青州濒临渤海,是大唐东征辽东、百济的海运枢纽,位置关键,却也暗藏危机。显庆五年,唐高宗御驾亲征辽东,下令刘仁轨统领青州水军,负责跨海运送粮草军械。李义府趁机报复,不顾海上季风、风浪凶险,屡次下严苛命令,催促船队强行出海,不准延误工期。

刘仁轨多次上书,说明时节风浪过大,强行渡海极易船毁人亡,请求暂缓航运,等待平稳天气,奏疏尽数被李义府扣押,不予上报。迫于朝廷军令,刘仁轨只能下令船队出海,不出预料,海上突遇狂风,大量运粮船只倾覆沉没,粮草军械损失惨重。

船队失事消息传回长安,李义府第一时间将全部罪责推给刘仁轨,向高宗弹劾他贻误军机、损耗军资,请旨严惩。盛怒之下,高宗免去刘仁轨所有官职,贬为白衣平民,勒令他随军出征,以普通士兵身份前往辽东效力。

半生勤勉为官,从县尉做到刺史,一朝遭权相构陷,沦为底层小兵,已是五十八岁的刘仁轨,满头白,背着行囊随军渡海,旁人都觉得他此生再无翻身机会。军中不少官员曾受过李义府恩惠,刻意排挤羞辱他,行军、驻守粗重杂役尽数分派给他,刘仁轨从未抱怨,默默承受所有委屈,一边随军观察辽东、百济山川海域地形,一边研读水军作战、海外治理相关典籍。

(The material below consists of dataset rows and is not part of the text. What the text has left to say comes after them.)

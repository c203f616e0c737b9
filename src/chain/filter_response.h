// The magnitude response of the chain's filter (circuit/signal_chain.h),
// every kind normalised to |H(cutoff)|^2 = |H(0)|^2 / 2 and scaled by the
// passband gain g; x = f / cutoff:
//   none         |H|^2 = g^2
//   single_pole  |H|^2 = g^2 / (1 + x^2)
//   butterworth  |H|^2 = g^2 / (1 + x^(2n))
//   bessel       |H|^2 = g^2 |B_n(0) / B_n(j w3 x)|^2, B_n the reverse
//                Bessel polynomial (B_0 = 1, B_1 = s + 1,
//                B_n = (2n - 1) B_(n-1) + s^2 B_(n-2)), w3 its -3 dB
//                frequency, found once by bisection (the response falls
//                monotonically)
// and its noise-equivalent bandwidth
//   ENBW = integral of |H(f)|^2 / |H(0)|^2 df from 0 to infinity,
// integrated numerically for every kind (integrate/band_integral.h), so a
// Butterworth filter's closed form (pi / 2n) / sin(pi / 2n) x cutoff is a
// check, not a copy.
#ifndef HUSHGAIN_CHAIN_FILTER_RESPONSE_H_
#define HUSHGAIN_CHAIN_FILTER_RESPONSE_H_

#include <vector>

#include "circuit/signal_chain.h"

namespace hushgain {

class FilterResponse {
 public:
  // A valid filter (io checks the stage file): order 1 .. kMaxFilterOrder
  // (1 for a single pole), cutoff > 0 and gain > 0 unless kind is kNone.
  explicit FilterResponse(const ChainFilter& filter);

  // |H(f)|^2, f >= 0.
  double PowerGain(double f_hz) const;

  const ChainFilter& filter() const { return filter_; }

 private:
  ChainFilter filter_;
  std::vector<double> bessel_;  // B_n's coefficients, s^0 first
  double bessel_w3_ = 1;
};

// The ENBW in Hz; 0 for kNone (no band limit).
double NoiseBandwidthHz(const FilterResponse& response);

}  // namespace hushgain

#endif  // HUSHGAIN_CHAIN_FILTER_RESPONSE_H_
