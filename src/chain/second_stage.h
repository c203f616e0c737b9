// The second gain stage of a chain (circuit/signal_chain.h SecondStage):
// what it does to a signal and what it adds of its own, at its output.
//   |G2(f)|^2 = gain^2 / (1 + (f / f_p)^2), f_p = bandwidth_hz (flat when 0)
//   S_2(f)    = [e_n^2 (1 + f_ce / f) noise_gain^2
//               + (i_n^2 (1 + f_ci / f) R_s^2 + 4 k T R_s) gain^2]
//               / (1 + (f / f_p)^2)
// Thermal noise 4kTR (Johnson 1928, Nyquist 1928; REFERENCES.md section 1).
#ifndef HUSHGAIN_CHAIN_SECOND_STAGE_H_
#define HUSHGAIN_CHAIN_SECOND_STAGE_H_

#include "circuit/signal_chain.h"

namespace hushgain {

// |G2(f)|^2; f >= 0.
double SecondStagePowerGain(const SecondStage& stage, double f_hz);

// S_2(f) at the stage's output, V^2/Hz; f > 0.
double SecondStageNoisePsd(const SecondStage& stage, double f_hz,
                           double temperature_k);

}  // namespace hushgain

#endif  // HUSHGAIN_CHAIN_SECOND_STAGE_H_
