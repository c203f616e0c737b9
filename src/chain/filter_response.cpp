#include "chain/filter_response.h"

#include <cassert>
#include <cmath>
#include <complex>

#include "integrate/band_integral.h"

namespace hushgain {
namespace {

// B_n by the recurrence B_n = (2n - 1) B_(n-1) + s^2 B_(n-2).
std::vector<double> ReverseBesselPolynomial(int n) {
  std::vector<double> older = {1.0};     // B_0
  std::vector<double> old = {1.0, 1.0};  // B_1
  if (n == 0) return older;
  for (int k = 2; k <= n; ++k) {
    std::vector<double> next(k + 1, 0.0);
    for (std::size_t i = 0; i < old.size(); ++i)
      next[i] += (2 * k - 1) * old[i];
    for (std::size_t i = 0; i < older.size(); ++i) next[i + 2] += older[i];
    older = old;
    old = next;
  }
  return old;
}

// |B(j w) / B(0)|^2.
double BesselAttenuation(const std::vector<double>& b, double w) {
  std::complex<double> sum = 0;
  const std::complex<double> s(0, w);
  for (std::size_t i = b.size(); i-- > 0;) sum = sum * s + b[i];
  return std::norm(sum) / (b[0] * b[0]);
}

// The integral's ends, in cutoffs: below kHeadX the response is flat to
// 1e-18 (|H|^2 = 1 - O(x^2)), above kTailX it falls as x^(-2n) and its
// tail is added in closed form.
constexpr double kHeadX = 1e-9;
constexpr double kTailX = 1e9;

}  // namespace

FilterResponse::FilterResponse(const ChainFilter& filter) : filter_(filter) {
  if (filter.kind != ChainFilter::Kind::kBessel) return;
  assert(filter.order >= 1 && filter.order <= kMaxFilterOrder);
  bessel_ = ReverseBesselPolynomial(filter.order);
  // The -3 dB frequency of B_n as it stands (unit group delay): between
  // 1e-3 and 1e3 for every order up to kMaxFilterOrder; bisection in log w.
  double lo = 1e-3, hi = 1e3;
  for (int i = 0; i < 200 && hi / lo > 1 + 1e-15; ++i) {
    const double mid = std::sqrt(lo * hi);
    if (BesselAttenuation(bessel_, mid) < 2.0)
      lo = mid;
    else
      hi = mid;
  }
  bessel_w3_ = std::sqrt(lo * hi);
}

double FilterResponse::PowerGain(double f_hz) const {
  const double g2 = filter_.gain * filter_.gain;
  if (filter_.kind == ChainFilter::Kind::kNone) return g2;
  const double x = f_hz / filter_.cutoff_hz;
  switch (filter_.kind) {
    case ChainFilter::Kind::kSinglePole:
      return g2 / (1 + x * x);
    case ChainFilter::Kind::kButterworth:
      return g2 / (1 + std::pow(x, 2 * filter_.order));
    case ChainFilter::Kind::kBessel:
      return g2 / BesselAttenuation(bessel_, bessel_w3_ * x);
    case ChainFilter::Kind::kNone:
      break;
  }
  return g2;
}

double NoiseBandwidthHz(const FilterResponse& response) {
  const ChainFilter& f = response.filter();
  if (f.kind == ChainFilter::Kind::kNone) return 0;
  const double fc = f.cutoff_hz;
  const double g2 = f.gain * f.gain;
  IntegrationOptions options;
  options.relative_tolerance = 1e-12;
  options.intervals_per_decade = 4;
  options.breakpoints_hz = {fc};
  const IntegrationResult r = IntegrateBand(
      kHeadX * fc, kTailX * fc, 1,
      [&](double f_hz, double* out) {
        out[0] = response.PowerGain(f_hz) / g2;
        return Status::Ok();
      },
      options);
  const int n = f.kind == ChainFilter::Kind::kSinglePole ? 1 : f.order;
  const double tail =
      response.PowerGain(kTailX * fc) / g2 * kTailX * fc / (2 * n - 1);
  return kHeadX * fc + r.integrals[0] + tail;
}

}  // namespace hushgain
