class ColumnsPane(Pane):
    """The columns of the source, their role in the model and their figures.

    Figures come from the sample profile (marked `SAMPLE_MARK`) until a pass over every row
    of the source brings those of the model's columns (`refresh_figures`).
    """

    profile: reactive[pl.DataFrame | None] = reactive(None, always_update=True)
    """One row per column from `profile_columns`, None until the data opens."""
    figures: reactive[dict[str, ColumnFigures]] = reactive(dict, always_update=True)
    """Figures over every row of the source, by column, from the passes that read them."""
    draft: reactive[ModelDraft] = reactive(ModelDraft)
    """The model being built (roles are shown beside the columns)."""
    keys_hint: reactive[str] = reactive("")
    """The model-building keys of the active keymap, shown above the table."""

    def compose(self) -> ComposeResult:
        """Add the column table."""
        yield Static(self.info.hint, classes="pane--note", markup=False)
        table: DataTable[str] = DataTable(id="columns-table", cursor_type="row")
        yield table

    def on_mount(self) -> None:
        """Name the table's columns."""
        _table(self, "columns-table").add_columns(
            "role", "column", "type", "missing", "low", "mean", "high/top"
        )

    def watch_profile(self) -> None:
        """Fill the table when the profile arrives."""
        self._fill()

    def watch_draft(self) -> None:
        """Refresh the roles when the model changes."""
        self._fill()

    def watch_keys_hint(self) -> None:
        """Show the keys once the keymap is known."""
        self._fill()

    def watch_figures(self) -> None:
        """Show the figures a pass over every row brought."""
        self._fill()

    def refresh_figures(self, figures: tuple[ColumnFigures, ...]) -> None:
        """Take the figures of some columns over every row of the source (later ones win)."""
        if figures:
            self.figures = {**self.figures, **{figure.name: figure for figure in figures}}

    def _role(self, name: str) -> str:
        draft = self.draft
        if draft.target == name:
            return "target"
        parts = []
        term = draft.term_of(name)
        if term is not None:
            parts.append(term.label if term.transform or term.kind == "indicator" else "term")
        elif any(name in t.columns for t in draft.terms):
            parts.append("in :")
        if draft.weights == name:
            parts.append("weights")
        if name in draft.categorical:
            parts.append("cat")
        return " ".join(parts)

    def _fill(self) -> None:
        if not self.is_mounted or self.profile is None:
            return
        from triage.views.format import format_number

        table = _table(self, "columns-table")
        row = table.cursor_row
        table.clear()
        for entry in self.profile.iter_rows(named=True):
            name = entry["name"]
            every_row = self.figures.get(name)
            if every_row is None:
                missing = SAMPLE_MARK + f"{entry['missing']:.1%}"
                low, mean, high = (_sample_figure(entry[key]) for key in ("low", "mean", "high"))
            else:
                missing = f"{every_row.missing / max(every_row.rows, 1):.1%}"
                low, mean, high = (
                    "" if value is None else format_number(value)
                    for value in (every_row.low, every_row.mean, every_row.high)
                )
            if entry["top"] is not None:
                high = SAMPLE_MARK + str(entry["top"])
            role = self._role(name)
            table.add_row(role, name, entry["dtype"], missing, low, mean, high, key=name)
        table.move_cursor(row=min(row, table.row_count - 1), animate=False)
        source = (
            f"{SAMPLE_MARK} marks a figure from a sample of whole row groups: the true "
            "extremes may lie outside"
        )
        if self.figures:
            source += "; the other figures come from every row of the source"
        else:
            source += "; a pass over every row brings the model's columns from every row"
        self.query_one(".pane--note", Static).update(
            f"{self.profile.height} columns. {source}. On a column: {self.keys_hint}"
        )

    def cursor_column(self) -> str | None:
        """Return the name of the column under the cursor, or None before the data opens."""
        table = _table(self, "columns-table")
        if self.profile is None or table.row_count == 0:
            return None
        return str(table.coordinate_to_cell_key(table.cursor_coordinate).row_key.value)
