Such a row fixes its own fitted value (up to rounding its residual is 0), so its studentized
residuals and Cook's distance are NaN, and it adds nothing to the HC2/HC3 meat.
"""
HIST_HALF_WIDTH: Final = 4.0
"""The default residual histogram spans ± this many residual SDs..."""
HIST_BINS: Final = 40
"""...in this many bins; values outside are counted as tails."""
FINE_HALF_WIDTH: Final = 8.0
"""The fine grid for quantiles spans ± this many residual SDs..."""
FINE_BINS: Final = 400
"""...in this many bins (0.04 SD each), plus two tail cells."""
FITTED_BINS: Final = 20
"""Bins of fitted values for the residual-versus-fitted summary (quantiles of the sample)."""
PREDICTOR_BINS: Final = 20
"""Bins per numeric predictor (quantiles of the sample)."""
SEGMENT_BINS: Final = 10
"""Bins for a numeric segment column with more distinct sample values than this."""
RESID_QUANTILES: Final = (0.01, 0.05, 0.25, 0.5, 0.75, 0.95, 0.99)
"""Probabilities of the reported residual quantiles."""
OTHER_LEVEL: Final = "(other)"
"""Segment level pooling the levels seen after `max_segment_levels` distinct ones."""
MISSING_LEVEL: Final = "(missing)"
"""Segment level of rows whose segment value is null (or NaN for a numeric column)."""
STUDENTIZED_LIMIT: Final = 3.0
"""Rows with an externally studentized residual beyond ± this are counted (common practice)."""
FLAG_P_VALUE: Final = 0.01
"""Tests with a p-value below this raise a flag."""
DURBIN_WATSON_RANGE: Final = (1.5, 2.5)
"""Durbin–Watson values outside this range raise a flag for ordered rows (common practice)."""
TREND_R2: Final = 0.95
"""R² above this on ordered rows raises a shared-trend flag (common practice)."""
ROWS_PER_TERM: Final = 10
"""Fewer rows than this per coefficient raises an overfitting flag (common practice)."""

_WORST_FIELDS: Final = ("fitted", "resid", "weighted_resid", "studentized", "leverage", "cooks")
_BIN_QUANTILES: Final = (0.1, 0.5, 0.9)


# --------------------------------------------------------------------------- per-row values


def _rank(fit: LinearFit) -> int:
    """Return the number of estimated (not aliased) coefficients."""
    return len(fit.names) - len(fit.aliased)


def _row_values(
    fit: LinearFit,
    shifted: FloatArray,
    y: FloatArray,
    weights: FloatArray | None,
    rows: IntArray,
) -> RowDiagnostics:
    """Per-row diagnostics from design rows passed through `LinearFit.to_shifted`."""
    fitted = fit.predict_shifted(shifted)
    resid = y - fitted
    weighted = resid if weights is None else np.sqrt(weights) * resid
    h = fit.leverage_shifted(shifted, weights)
    one_minus_h = 1.0 - h
    s = fit.resid_sd
    df = fit.df_resid
    internal = np.full(h.size, np.nan)
    external = np.full(h.size, np.nan)
    cooks = np.full(h.size, np.nan)
    if s > 0.0 and math.isfinite(s):
        # Whole-array arithmetic with NaN where h is 1 (no residual left to studentize): the
        # NaN carries through (1.7x faster here than indexing usable rows out and back in).
        with np.errstate(divide="ignore", invalid="ignore"):
            root = np.sqrt(np.where(one_minus_h > LEVERAGE_ONE_TOLERANCE, one_minus_h, np.nan))
            internal = weighted / (s * root)
            cooks = internal * internal * h / (_rank(fit) * one_minus_h)
            if df > 1:
                loo_var = (fit.rss - weighted * weighted / one_minus_h) / (df - 1)
                external = np.where(loo_var > 0.0, weighted / (np.sqrt(loo_var) * root), np.nan)
    return RowDiagnostics(
        rows=rows,
        fitted=fitted,
        resid=resid,
        weighted_resid=weighted,
        leverage=h,
        student_internal=internal,
        studentized=external,
        cooks=cooks,
        in_fit=np.ones(h.size, dtype=np.bool_),
    )


def row_diagnostics(
    fit: LinearFit, batch: DesignBatch, in_fit: NDArray[np.bool_] | None = None
) -> RowDiagnostics:
    """Compute fitted values, residuals, leverage, studentized residuals and Cook's distance.

    Parameters
    ----------
    fit : LinearFit
        The fit of pass 1.
    batch : DesignBatch
        Design rows built by the same builder as the fit's.
    in_fit : ndarray of bool, optional
        Per row of the batch, True when the row was among the fit's rows; rows outside are
        scored as new observations (see `RowDiagnostics`). By default every row is in.

    Returns
    -------
    RowDiagnostics
        One value per row of the batch.

    See Also
    --------
    DiagnosticsAccumulator : the same values summarised over a whole pass.
    """
    values = _row_values(fit, fit.to_shifted(batch.x), batch.y, batch.weights, batch.rows)
    if in_fit is None or bool(np.all(in_fit)):
        return values
    outside = ~np.asarray(in_fit, dtype=np.bool_)
    h0 = values.leverage[outside]
    s = fit.resid_sd
    with np.errstate(divide="ignore", invalid="ignore"):
        predicted = values.weighted_resid[outside] / (s * np.sqrt(1.0 + h0))
    if not (s > 0.0 and math.isfinite(s)):
        predicted = np.full(h0.size, np.nan)
    internal, external, cooks = (
        values.student_internal.copy(),
        values.studentized.copy(),
        values.cooks.copy(),
    )
    internal[outside] = predicted
    external[outside] = predicted
    cooks[outside] = np.nan
    return replace(
        values,
        student_internal=internal,
        studentized=external,
        cooks=cooks,
        in_fit=~outside,
    )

旁人只看见他落魄潦倒,却不知这段随军低谷岁月,成为他日后平定百济、打赢白江口之战最重要的积累。

他走遍辽东海岸线,记录海水潮汐、季风规律、港口地势,观察水师战船优劣,思索跨海作战、海岛安抚之策,心中渐渐搭建起一套完整的海外治理与水军作战体系。

苏定方率军一举攻破百济都城,平定百济全境,朝廷在百济旧地设立熊津都督府,留下郎将刘仁愿驻守府城。大军班师回朝后,百济残余势力卷土重来,勾结倭国援军,大举围攻熊津府城,刘仁愿被困城内,粮草耗尽,孤立无援,数次向长安递送求援文书。

此时原本担任熊津都督的王文度渡海途中病逝,朝中无人愿意远赴海外蛮荒之地镇守,高宗想起随军效力、熟稔东海海域的刘仁轨,下旨恢复他部分职权,以白衣身份检校带方州刺史,统领一支兵马渡海,驰援被困的刘仁愿。

接到诏令那一刻,年过花甲的刘仁轨没有丝毫迟疑,即刻整顿兵马、筹备战船粮草,扬帆驶向百济。彼时朝野上下,没人看好一个被贬谪的花甲文官能平定海外叛乱,所有人都以为,这不过是朝廷无人可用的权宜之计,可谁也想不到,一场震动东亚千年的海战,即将由这位白老者亲手开启。

渡海抵达百济熊津,眼前景象满目疮痍。战乱过后,城池残破,路边随处可见无人收敛的尸骨,百姓流离失所,农田荒芜,村落十室九空,百济残余叛军四处劫掠,百姓惶惶不可终日。刘仁轨与刘仁愿合兵一处,数次出击,击溃城外包围府城的叛军,暂时解除围城危机,可危机远未消散。